*Your assignment*.
Scan the entries below and return each line that contains "would".

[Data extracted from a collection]
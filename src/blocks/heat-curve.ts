import { PassTrouble } from '../diagnostics/diagnostic.ts';
import type { StreamState } from '../model/stream.ts';
import type { Mixture } from '../properties/mixture.ts';
import { createHeatPath, evenShares, inOrder, phaseChanges } from './heat-path.ts';

/** Points of a curve, those where phases change left out. */
const INTERVALS = 12;
/** How closely the share of the heat at which phases change is found for a drawing. */
const DRAWN = 1e-4;

/** A stream's temperature against the heat given off, from its cold end: ready to be plotted. */
export interface HeatCurve {
  readonly heat_kW: readonly number[];
  readonly process_K: readonly number[];
}

/**
 * The heat curve of a stream that is heated or cooled alone, from 0 at its cold end, with the points at which
 * it starts and ends to condense or boil; null where the stream has no curve (nothing flows, no heat, or the
 * plant did not come to an answer).
 *
 * @param inlet,outlet  settled; the outlet all phases together
 */
export function heatCurve(inlet: StreamState, outlet: StreamState, mixture: Mixture): HeatCurve | null {
  const [cold, hot] = inlet.enthalpyW > outlet.enthalpyW ? [outlet, inlet] : [inlet, outlet];
  const heatW = hot.enthalpyW - cold.enthalpyW;
  if (!(heatW > 0) || !haveSameFlows(inlet, outlet)) return null;
  try {
    const path = createHeatPath(mixture);
    path.lay(cold, hot);
    const even = evenShares(INTERVALS);
    const shares = inOrder(even, drawnChanges(phaseChanges(path, even, DRAWN)));
    return {
      heat_kW: shares.map((x) => drawn((x * heatW) / 1e3)),
      process_K: shares.map((x) => drawn(path.at(x))),
    };
  } catch (trouble) {
    if (trouble instanceof PassTrouble) return null;
    throw trouble;
  }
}

/**
 * Temperature of a stream that is heated or cooled alone, at a share of the heat from its cold end; null where
 * the two streams do not belong together.
 */
export function temperatureAlong(
  inlet: StreamState,
  outlet: StreamState,
  mixture: Mixture,
): ((share: number) => number) | null {
  if (!haveSameFlows(inlet, outlet)) return null;
  const path = createHeatPath(mixture);
  if (inlet.enthalpyW > outlet.enthalpyW) path.lay(outlet, inlet);
  else path.lay(inlet, outlet);
  return path.at;
}

/** One point for each change of phases, where the search left one on either side of it. */
export function drawnChanges(changes: readonly number[]): number[] {
  return changes.filter((_, k) => k % 2 === 1);
}

/** A number for a drawing: seven digits. */
export function drawn(value: number): number {
  return Number(value.toPrecision(7));
}

/** Of a plant that did not close, the streams of different passes may stand beside one another. */
export function haveSameFlows(a: StreamState, b: StreamState): boolean {
  return a.flowsMolPerS.every((flow, i) => Math.abs(flow - b.flowsMolPerS[i]) <= 1e-9 * Math.abs(flow));
}
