import { PassTrouble } from '../diagnostics/diagnostic.ts';
import type { StreamState } from '../model/stream.ts';
import type { BlockFault } from './block.ts';
import type { ClosestApproach } from './counter-current.ts';
import type { DutyLimit } from './duty-limit.ts';
import type { ExchangerSettings } from './exchanger.ts';

/** Curves that cross by less than this are taken as touching: rounding [K]. */
const TOUCHING_K = 1e-6;
/** Heat wanted and heat moved that differ by less than this share are the same. */
const SAME_HEAT = 1e-9;

interface Outcome {
  readonly wantedW: number;
  readonly movedW: number;
  readonly closest: ClosestApproach;
}

/** What makes a closed exchanger another one than was asked for; empty when it does as its settings say. */
export function exchangerFaults(
  setting: ExchangerSettings,
  inlets: { readonly hot: StreamState; readonly cold: StreamState },
  outcome: Outcome,
  limit: DutyLimit,
): BlockFault[] {
  const fault = faultOf(setting, inlets, outcome, limit);
  return fault ? [{ ...fault, path: [settingOf(setting)] }] : [];
}

function faultOf(
  setting: ExchangerSettings,
  { hot, cold }: { readonly hot: StreamState; readonly cold: StreamState },
  { wantedW, movedW, closest }: Outcome,
  limit: DutyLimit,
): BlockFault | null {
  const same = SAME_HEAT * (Math.abs(hot.enthalpyW) + Math.abs(cold.enthalpyW));
  const inletsK = hot.temperatureK - cold.temperatureK;
  if (isEmpty(hot) && isEmpty(cold)) return null;
  if (setting.approach !== undefined) {
    return inletsK < setting.approach ? inletsTooClose(setting.approach, hot, cold) : null;
  }
  if (wantedW < -same) return wrongWay(setting, hot, cold);
  const fallsShort = wantedW > movedW + same;
  if (!fallsShort && (movedW <= same || closest.differenceK >= -TOUCHING_K)) return null;
  if (isEmpty(hot) || isEmpty(cold)) return nothingFlows(isEmpty(hot) ? 'hot' : 'cold', wantedW);
  if (inletsK <= 0) return coldIsHotter(hot, cold);
  return crossing(setting, hot, cold, wantedW, limit);
}

function settingOf(setting: ExchangerSettings): 'cold_temperature' | 'hot_temperature' | 'duty' | 'approach' {
  if (setting.cold_temperature !== undefined) return 'cold_temperature';
  if (setting.hot_temperature !== undefined) return 'hot_temperature';
  return setting.duty !== undefined ? 'duty' : 'approach';
}

function crossing(
  setting: ExchangerSettings,
  hot: StreamState,
  cold: StreamState,
  wantedW: number,
  limit: DutyLimit,
): BlockFault {
  const mostW = limit.heatAtApproach(0);
  const most = limit.moved(mostW);
  const remedy = {
    cold_temperature: `set cold_temperature well below ${celsius(most.coldOutK)}`,
    hot_temperature: `set hot_temperature well above ${celsius(most.hotOutK)}`,
    duty: `set duty well below ${kW(mostW)}`,
    approach: 'raise approach',
  }[settingOf(setting)];
  return {
    code: 'temperature-cross',
    what: `To move ${kW(wantedW)} the streams would have to cross: ${whereCrossed(hot, cold, wantedW, limit)}.`,
    why: `heat flows from hot to cold only, and between hot entering at ${celsius(hot.temperatureK)} and cold entering at ${celsius(cold.temperatureK)} that is less than ${kW(mostW)}`,
    mend: `${remedy}, where no difference would be left, or set approach and let the heat follow, or bring in more or hotter gas on the hot side`,
  };
}

/** Where the curves cross furthest, with both temperatures. */
function whereCrossed(hot: StreamState, cold: StreamState, wantedW: number, limit: DutyLimit): string {
  try {
    const { share, hotK, coldK } = limit.moved(wantedW).closest;
    const where =
      share === 0
        ? 'at the cold end'
        : share === 1
          ? 'at the hot end'
          : `inside, at ${(100 * share).toFixed(0)} % of the heat counted from the cold end,`;
    return `${where} hot would be at ${celsius(hotK)} and cold at ${celsius(coldK)}`;
  } catch (trouble) {
    if (!(trouble instanceof PassTrouble)) throw trouble;
    return `hot enters at ${celsius(hot.temperatureK)}, cold at ${celsius(cold.temperatureK)}, and no temperature holds so much heat`;
  }
}

function coldIsHotter(hot: StreamState, cold: StreamState): BlockFault {
  return {
    code: 'temperature-cross',
    what: `Hot enters at ${celsius(hot.temperatureK)} and cold at ${celsius(cold.temperatureK)}.`,
    why: 'heat flows from hot to cold only, and here the stream called cold is no colder',
    mend: 'exchange the ports hot and cold, or take the exchanger out',
  };
}

function wrongWay(setting: ExchangerSettings, hot: StreamState, cold: StreamState): BlockFault {
  const isCold = setting.cold_temperature !== undefined;
  const inlet = isCold ? cold : hot;
  const name = isCold ? 'cold' : 'hot';
  const wanted = isCold ? setting.cold_temperature! : setting.hot_temperature!;
  return {
    code: 'heat-runs-back',
    what: `The ${name} side enters at ${celsius(inlet.temperatureK)} and should leave at ${celsius(wanted)}.`,
    why: `the cold side of an exchanger can only take heat up, the hot side only give it off`,
    mend: `set ${name}_temperature ${isCold ? 'above' : 'below'} ${celsius(inlet.temperatureK)}, or take the exchanger out`,
  };
}

function inletsTooClose(approachK: number, hot: StreamState, cold: StreamState): BlockFault {
  return {
    code: 'approach-out-of-reach',
    what: `Hot enters at ${celsius(hot.temperatureK)} and cold at ${celsius(cold.temperatureK)}: an approach of ${approachK.toFixed(1)} K cannot be kept.`,
    why: 'the closest approach is at most the difference between the two inlets',
    mend: 'lower the approach, bring in a hotter or colder stream, or take the exchanger out',
  };
}

function nothingFlows(side: 'hot' | 'cold', wantedW: number): BlockFault {
  return {
    code: 'temperature-cross',
    what: `${kW(wantedW)} are to be moved, and nothing flows on the ${side} side.`,
    why: 'a side without flow neither gives off nor takes up heat',
    mend: `lead a stream through the ${side} side, or take the exchanger out`,
  };
}

function isEmpty(stream: StreamState): boolean {
  return stream.flowsMolPerS.every((flow) => flow === 0);
}

function celsius(kelvin: number): string {
  return `${(kelvin - 273.15).toFixed(1)} degC`;
}

function kW(watts: number): string {
  return `${Number((watts / 1e3).toPrecision(5))} kW`;
}
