import { z } from 'zod';
import { rateLaws } from '../chemistry/rate-laws/rate-laws.ts';
import { fraction, quantity } from '../units/schema.ts';

const lawNames = [...rateLaws.keys()] as [string, ...string[]];

/** What a file says of a kinetic bed; SI. */
export const kineticBedSettings = z.strictObject({
  rate_law: z.enum(lawNames).meta({ description: 'the published rate law' }),
  reactions: z
    .array(z.string())
    .min(1)
    .meta({
      description: 'names of the reactions of the flowsheet that the rate law runs',
      examples: [['synthesis']],
    }),
  volume: quantity('volume', { description: 'volume of the bed; this or catalyst_mass' }).optional(),
  catalyst_mass: quantity('mass', { description: 'mass of the catalyst; this or volume' }).optional(),
  bulk_density: quantity('density', { description: 'mass of catalyst per volume of bed' }).optional(),
  activity: fraction({
    max: 10,
    description: 'factor on the rate, e.g. 60 % for an aged catalyst; 100 % if left out',
    examples: ['60 %'],
  }).optional(),
  effectiveness: z
    .union([
      z.literal('published'),
      fraction({ description: 'share of the rate that whole pellets keep; 1 if left out' }),
    ])
    .meta({
      description:
        "share of the rate that whole pellets keep, or published for the authors' own; 1 if left out [%]",
      examples: ['70 %', 'published'],
    })
    .optional(),
  conversion_before: fraction({
    description:
      'conversion in beds before this one, which a published effectiveness counts; none if left out',
    examples: ['10 %'],
  }).optional(),
  equilibrium: z
    .enum(['flowsheet', 'authors'])
    .meta({
      description: 'whose constants and activities say where the reactions stop; flowsheet if left out',
    })
    .optional(),
  adiabatic: z
    .literal(true)
    .meta({ description: 'no heat is exchanged; one of adiabatic, temperature and cooling' })
    .optional(),
  temperature: quantity('temperature', {
    description: 'the whole bed at this temperature; the duty follows',
  }).optional(),
  cooling: z
    .strictObject({
      temperature: quantity('temperature', {
        description: 'of the coolant, e.g. boiling water',
        examples: ['255 degC'],
      }),
      heat_transfer: quantity('heatTransferPerVolume', {
        description: 'per volume of bed; for tubes 4 U/d',
      }),
    })
    .meta({
      description: 'a coolant along the bed; one of adiabatic, temperature and cooling',
      examples: [{ temperature: '255 degC', heat_transfer: '50 kW/(m3 K)' }],
    })
    .optional(),
  pressure_drop: quantity('pressureDifference', {
    min: 0,
    description: 'pressure lost, evenly along the bed; none if left out',
  }).optional(),
});
export type KineticBedSettings = z.infer<typeof kineticBedSettings>;

/** Volume of the bed [m3]; null where it is not known. */
export function bedVolume({
  volume,
  catalyst_mass: mass,
  bulk_density: density,
}: KineticBedSettings): number | null {
  if (volume !== undefined) return volume;
  return mass !== undefined && density !== undefined ? mass / density : null;
}

/** Mass of its catalyst [kg]; null where it is not known. */
export function bedMass({
  volume,
  catalyst_mass: mass,
  bulk_density: density,
}: KineticBedSettings): number | null {
  if (mass !== undefined) return mass;
  return volume !== undefined && density !== undefined ? volume * density : null;
}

*Response*.
    what: `To move ${kW(wantedW)} the streams would have to cross: ${whereCrossed(hot, cold, wantedW, limit)}.`,
    mend: `${remedy}, where no difference would be left, or set approach and let the heat follow, or bring in more or hotter gas on the hot side`,
    return `${where} hot would be at ${celsius(hotK)} and cold at ${celsius(coldK)}`;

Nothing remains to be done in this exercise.